Ingestion and querying
Stream processing
Real-time data processing (also called event streaming) handles data as it is generated — enabling low-latency pipelines, continuous aggregations, and immediate downstream reactions to events.
- Akka Streams - Reactive stream processing library for JVM, built on the actor model.
- Apache Beam - Unified SDK for cross-language stream and batch processing. Available in Go, Python, Java, Scala and TypeScript.

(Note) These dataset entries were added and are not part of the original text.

"""Reports of a book holding a USD and a EUR name: every money field carries its currency, totals
are per currency and the total across both is "—" (null in JSON), never a sum.

Reference: QuantLib 1.44 AnalyticEuropeanEngine values each option (flat curves, Actual365Fixed,
whole days from 2026-12-01 20:00 UTC to the 16:00 New York close of ``EXPIRY``, ``days_to``): a
USD call (S 100, K 100, r 4%, σ 25%, 10 contracts of 100) and a EUR put (S 50, K 50, r 2.5%,
σ 30%, −20 of 100).
That amounts in two currencies do not add without an exchange rate is common practice.
"""

from __future__ import annotations

import csv
import io
import json
from collections.abc import Iterator
from datetime import UTC, datetime
from pathlib import Path
from typing import Any

import pytest
from cli_helpers import run
from ql_reference import EXPIRY, days_to, european

from blotter import store as store_mod

T0 = "2026-12-01T20:00:00Z"
DAYS = days_to(EXPIRY)


def _usd(spot: float = 100.0) -> float:
    return 1000 * european(True, spot, 100.0, 0.04, 0.25, DAYS)


def _eur(spot: float = 50.0) -> float:
    return -2000 * european(False, spot, 50.0, 0.025, 0.30, DAYS)


@pytest.fixture
def two_currencies(tmp_path: Path) -> Iterator[str]:
    """AAA in USD and BBB in EUR, fully marked, one option each, the same expiry."""
    with store_mod.use_clock(lambda: datetime(2026, 12, 1, 20, 30, tzinfo=UTC)):
        yield _two_currency_book(tmp_path)


def _two_currency_book(tmp_path: Path) -> str:
    db = str(tmp_path / "fx.db")
    run("create", db, "--book", "desk")
    for sym, ccy, spot, vol, rate in (
        ("AAA", "USD", "100", "25%", "4%"),
        ("BBB", "EUR", "50", "30%", "2.5%"),
    ):
        run("--db", db, "underlying", "add", sym, "--kind", "stock", "--currency", ccy,
            "--multiplier", "100", "--european")
        run("--db", db, "mark", "spot", sym, spot)
        run("--db", db, "mark", "vol", sym, EXPIRY, vol)
        run("--db", db, "mark", "rate", ccy, "90", rate)
    run("--db", db, "trade", "add", "AAA", "--expiry", EXPIRY, "--strike", "100", "--call",
        "--qty", "10", "--price", "9", "--time", T0)
    run("--db", db, "trade", "add", "BBB", "--expiry", EXPIRY, "--strike", "50", "--put",
        "--qty", "-20", "--price", "4", "--time", T0)
    return db


def _json(db: str, *args: str) -> dict[str, Any]:
    return json.loads(run("--db", db, *args, "--json").stdout)


def _csv(db: str, *args: str) -> list[dict[str, str]]:
    return list(csv.DictReader(io.StringIO(run("--db", db, *args, "--csv").stdout)))


def test_risk_totals_per_currency(two_currencies: str) -> None:
    out = _json(two_currencies, "risk", "--at", T0, "--by", "expiry")
    assert {r["underlying"]: r["currency"] for r in out["by_underlying"]} == {
        "AAA": "USD", "BBB": "EUR"
    }
    total = out["total"]
    assert total["currency"] is None and total["value"] is None and total["vega_pt"] is None
    assert {c: d["value"] for c, d in total["by_currency"].items()} == pytest.approx(
        {"USD": _usd(), "EUR": _eur()}, rel=1e-9
    )
    (bucket,) = out["by_expiry"]  # both options expire in one month
    assert bucket["currency"] is None and bucket["delta_cash"] is None
    assert set(bucket["by_currency"]) == {"USD", "EUR"}
    rows = _csv(two_currencies, "risk", "--at", T0)
    assert [(r["underlying"], r["currency"]) for r in rows] == [
        ("AAA", "USD"), ("BBB", "EUR"), ("total", "USD"), ("total", "EUR"),
        ("total in base", "USD"), ("fx delta", "USD"),
    ]
    assert float(rows[3]["value"]) == pytest.approx(_eur(), rel=1e-9)
    # No EURUSD spot: the base total and the FX delta of EUR are empty, never a figure.
    assert rows[4]["value"] == rows[4]["vega_pt"] == rows[5]["fx_delta_1pct"] == ""
    assert rows[5]["fx_of"] == "EUR"
    table = run("--db", two_currencies, "risk", "--at", T0).stdout
    assert "money in each underlying's currency (USD, EUR)" in table
    all_row = next(line for line in table.splitlines() if line.split()[:2] == ["total", "all"])
    assert set(all_row.split()[2:]) == {"—"}
    assert "book currency" not in table and "$/pt" not in table.split("\n\n")[-1]


def test_whatif_ladder_and_explain_never_add_currencies(two_currencies: str) -> None:
    moved = {"USD": _usd(97.0) - _usd(), "EUR": _eur(48.5) - _eur()}
    out = _json(two_currencies, "whatif", "spot -3%", "--at", T0)
    assert out["total"]["currency"] is None and out["total"]["full"] is None
    assert {c: r["full"] for c, r in out["total"]["by_currency"].items()} == pytest.approx(
        moved, rel=1e-9
    )
    assert [r["currency"] for r in out["by_underlying"]] == ["USD", "EUR"]
    rows = _csv(two_currencies, "whatif", "spot -3%", "--at", T0)
    assert [(r["underlying"], r["currency"]) for r in rows][-2:] == [
        ("total", "USD"), ("total", "EUR")
    ]
    lad = _json(two_currencies, "grid", "--spot", "-3", "--vol", "0", "--at", T0)
    assert lad["full"] is None and lad["worst"] is None and lad["currency"] is None
    assert {c: g["full"][0][0] for c, g in lad["by_currency"].items()} == pytest.approx(
        moved, rel=1e-9
    )
    cells = _csv(two_currencies, "grid", "--spot", "-3", "--vol", "0", "--at", T0)
    assert {r["currency"]: float(r["full"]) for r in cells} == pytest.approx(moved, rel=1e-9)
    text = run("--db", two_currencies, "grid", "--at", T0).stdout
    assert "worst cell in USD" in text and "worst cell in EUR" in text
    with store_mod.use_clock(lambda: datetime(2026, 12, 1, 21, 0, tzinfo=UTC)):
        run("--db", two_currencies, "mark", "close")
    ex = _json(two_currencies, "explain", "--to", "now")
    assert ex["total"]["currency"] is None and ex["total"]["actual"] is None
    assert set(ex["total"]["by_currency"]) == {"USD", "EUR"}
    assert [r["currency"] for r in ex["by_underlying"]] == ["USD", "EUR"]
    ex_rows = _csv(two_currencies, "explain", "--to", "now")
    assert [r["currency"] for r in ex_rows] == ["USD", "EUR", "USD", "EUR", "USD", "USD", "USD"]
    # No EURUSD spot: the base rows are empty, never a sum of two currencies.
    assert [r["total"] for r in ex_rows[4:]] == ["", "", ""]
    assert ex["in_base"]["total"] is None and ex["in_base"]["missing"][0]["of"] == "EURUSD"


def test_a_single_currency_book_adds_only_the_currency_fields(demo_db: Path) -> None:
    out = _json(str(demo_db), "risk", "--at", "2026-11-30T16:45")
    total = out["total"]
    assert total["currency"] == "USD" and list(total["by_currency"]) == ["USD"]
    assert total["by_currency"]["USD"]["value"] == total["value"]
    assert all(r["currency"] == "USD" for r in out["by_underlying"])
    move = _json(str(demo_db), "whatif", "spot -3%", "--at", "2026-11-30T16:45")
    assert move["total"]["by_currency"]["USD"]["full"] == move["total"]["full"]
    lad = _json(str(demo_db), "grid", "--at", "2026-11-30T16:45")
    assert lad["currency"] == "USD" and lad["by_currency"]["USD"]["full"] == lad["full"]


def test_risk_converts_totals_to_the_base_at_the_marked_fx_spot(two_currencies: str) -> None:
    """With EURUSD marked at 1.25 the book converts: a EUR amount is 1.25 USD (base USD) and a
    USD amount 1 / 1.25 EUR (base EUR); the FX delta is translation only (no pair positions)."""
    db = two_currencies
    run("--db", db, "underlying", "add", "EURUSD", "--kind", "fx", "--currency", "USD",
        "--multiplier", "100000")
    run("--db", db, "mark", "spot", "EURUSD", "1.25")
    out = _json(db, "risk", "--at", T0)
    usd_cash = out["total"]["by_currency"]["USD"]["delta_cash"]
    eur_cash = out["total"]["by_currency"]["EUR"]["delta_cash"]
    base = out["total_in_base"]
    assert out["base_currency"] == "USD" and base["currency"] == "USD"
    assert base["value"] == pytest.approx(_usd() + 1.25 * _eur(), rel=1e-9)
    assert base["delta_cash"] == pytest.approx(usd_cash + 1.25 * eur_cash, rel=1e-12)
    assert base["delta_shares"] is None and base["gamma_1pct"] is None
    assert base["fx_rates"] == {"USD": 1.0, "EUR": 1.25} and base["missing"] == []
    assert out["fx_delta"]["by_currency"] == pytest.approx({"EUR": 0.01 * _eur() * 1.25})
    assert out["total"]["value"] is None  # the plain total still never adds currencies
    rows = _csv(db, "risk", "--at", T0)
    assert (rows[-2]["underlying"], rows[-2]["currency"]) == ("total in base", "USD")
    assert float(rows[-2]["value"]) == pytest.approx(_usd() + 1.25 * _eur(), rel=1e-9)
    assert (rows[-1]["underlying"], rows[-1]["fx_of"]) == ("fx delta", "EUR")
    assert float(rows[-1]["fx_delta_1pct"]) == pytest.approx(0.0125 * _eur(), rel=1e-9)
    table = run("--db", db, "risk", "--at", T0).stdout
    in_usd = next(line for line in table.splitlines() if line.startswith("total in USD"))
    assert f"{_usd() + 1.25 * _eur():,.0f}" in in_usd
    head = "FX delta (USD per +1% of each currency against USD)"
    assert f"{head}: EUR {0.0125 * _eur():,.0f}" in table
    run("--db", db, "base-currency", "EUR")
    out = _json(db, "risk", "--at", T0)
    assert out["total_in_base"]["currency"] == "EUR"
    assert out["total_in_base"]["value"] == pytest.approx(_usd() / 1.25 + _eur(), rel=1e-9)
    assert out["fx_delta"]["by_currency"] == pytest.approx({"USD": 0.01 * _usd() / 1.25})


def test_a_missing_fx_spot_shows_dashes_and_names_the_pair(two_currencies: str) -> None:
    out = _json(two_currencies, "risk", "--at", T0)
    assert out["total_in_base"]["value"] is None
    assert out["fx_delta"]["by_currency"] == {"EUR": None}
    (missing,) = out["total_in_base"]["missing"]
    assert missing["of"] == "EURUSD"
    table = run("--db", two_currencies, "risk", "--at", T0).stdout
    in_usd = next(line for line in table.splitlines() if line.startswith("total in USD"))
    assert set(in_usd.split()[4:]) == {"—"}
    assert "no spot mark for EURUSD" in table and "blotter mark spot EURUSD PRICE" in table
    assert "FX delta (USD per +1% of each currency against USD): EUR —" in table
    csv_run = run("--db", two_currencies, "risk", "--at", T0, "--csv")
    assert "no spot mark for EURUSD" in csv_run.stderr
    # A pair the book holds but has not marked is named as that pair's spot mark.
    run("--db", two_currencies, "underlying", "add", "EURUSD", "--kind", "fx", "--currency",
        "USD", "--multiplier", "100000")
    out = _json(two_currencies, "risk", "--at", T0)
    assert out["total_in_base"]["missing"] == [
        {"mark": "spot", "of": "EURUSD", "command": "blotter mark spot EURUSD PRICE"}
    ]


def test_explain_splits_out_the_fx_translation(tmp_path: Path) -> None:
    """Two closes a day apart, 20:00 UTC each: AAA 100 → 101, BBB 50 → 52, EURUSD 1.25 → 1.30.
    By hand, with QuantLib's value of each option at ``DAYS`` and a day less: P&L in USD =
    P&L(USD) + 1.25 × P&L(EUR) + (1.30 − 1.25) × V1(EUR), which is also the change of
    V(USD) + X × V(EUR) from the start rate to the end rate."""
    at = datetime(2026, 12, 1, 20, 0, tzinfo=UTC)
    with store_mod.use_clock(lambda: at):
        db = _two_currency_book(tmp_path)
        run("--db", db, "underlying", "add", "EURUSD", "--kind", "fx", "--currency", "USD",
            "--multiplier", "100000")
        run("--db", db, "mark", "spot", "EURUSD", "1.25")
        run("--db", db, "mark", "close")
    with store_mod.use_clock(lambda: datetime(2026, 12, 2, 20, 0, tzinfo=UTC)):
        for sym, spot in (("AAA", "101"), ("BBB", "52"), ("EURUSD", "1.30")):
            run("--db", db, "mark", "spot", sym, spot)
        run("--db", db, "mark", "close")
        out = _json(db, "explain")
        rows = _csv(db, "explain")
        table = run("--db", db, "explain").stdout
    usd0, usd1 = 1000 * european(True, 100.0, 100.0, 0.04, 0.25, DAYS), 1000 * european(
        True, 101.0, 100.0, 0.04, 0.25, DAYS - 1)
    eur0, eur1 = -2000 * european(False, 50.0, 50.0, 0.025, 0.30, DAYS), -2000 * european(
        False, 52.0, 50.0, 0.025, 0.30, DAYS - 1)
    at_start = (usd1 - usd0) + 1.25 * (eur1 - eur0)
    translation = (1.30 - 1.25) * eur1
    base = out["in_base"]
    assert out["base_currency"] == "USD" and base["currency"] == "USD"
    assert base["start_rates"] == {"USD": 1.0, "EUR": 1.25}
    assert base["end_rates"] == {"USD": 1.0, "EUR": 1.30}
    assert base["end_values"] == pytest.approx({"USD": usd1, "EUR": eur1}, rel=1e-9)
    assert base["at_start_rates"]["actual"] == pytest.approx(at_start, rel=1e-9)
    assert base["fx_translation"] == pytest.approx(translation, rel=1e-9)
    assert base["total"] == pytest.approx(at_start + translation, rel=1e-9)
    assert base["total"] == pytest.approx((usd1 + 1.30 * eur1) - (usd0 + 1.25 * eur0), rel=1e-9)
    per = out["total"]["by_currency"]
    for term, x in base["at_start_rates"]["terms"].items():
        assert x == pytest.approx(per["USD"]["terms"][term] + 1.25 * per["EUR"]["terms"][term])
    assert base["missing"] == []
    labelled = {r["underlying"]: r for r in rows}
    assert float(labelled["fx translation"]["total"]) == pytest.approx(translation, rel=1e-9)
    assert labelled["fx translation"]["currency"] == "USD"
    assert float(labelled["total in base"]["total"]) == pytest.approx(
        at_start + translation, rel=1e-9
    )
    assert float(labelled["total in base at start rates"]["actual"]) == pytest.approx(
        at_start, rel=1e-9
    )
    line = next(x for x in table.splitlines() if x.startswith("FX translation"))
    assert line.split()[-1] == f"{translation:,.0f}"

- Apache Flink - Stateful stream processing with exactly-once semantics, supporting event time and out-of-order data.
- Apache Kafka Streams - Lightweight stream processing library embedded in the Kafka client, no separate cluster required.
- Apache Spark Streaming - Micro-batch stream processing on top of Spark, integrating with the broader Spark ecosystem.
- Redpanda Connect (formerly Benthos) - Declarative stream processing toolkit in Go, with a wide connector library.
- Materialize - Operational data warehouse that incrementally maintains SQL views over streaming data, always-fresh without recomputation.
- RisingWave - Distributed SQL streaming database (PostgreSQL-compatible) with sub-100ms end-to-end freshness and native Iceberg integration.
Batch processing
Process periodically a large amount of data in a single batch.
- Apache Spark - Distributed batch processing engine with in-memory computation, supporting SQL, ML, and graph workloads.
- MapReduce - Programming model for processing large datasets in parallel across a cluster; the foundation of the Hadoop ecosystem.
In-memory processing
Non real-time SQL queries executed against a large database can be processed locally. This method might not fit into memory or lead to very long job duration.
- Apache Arrow - Low-level in-memory columnar data format with zero-copy access across languages via gRPC/IPC interfaces.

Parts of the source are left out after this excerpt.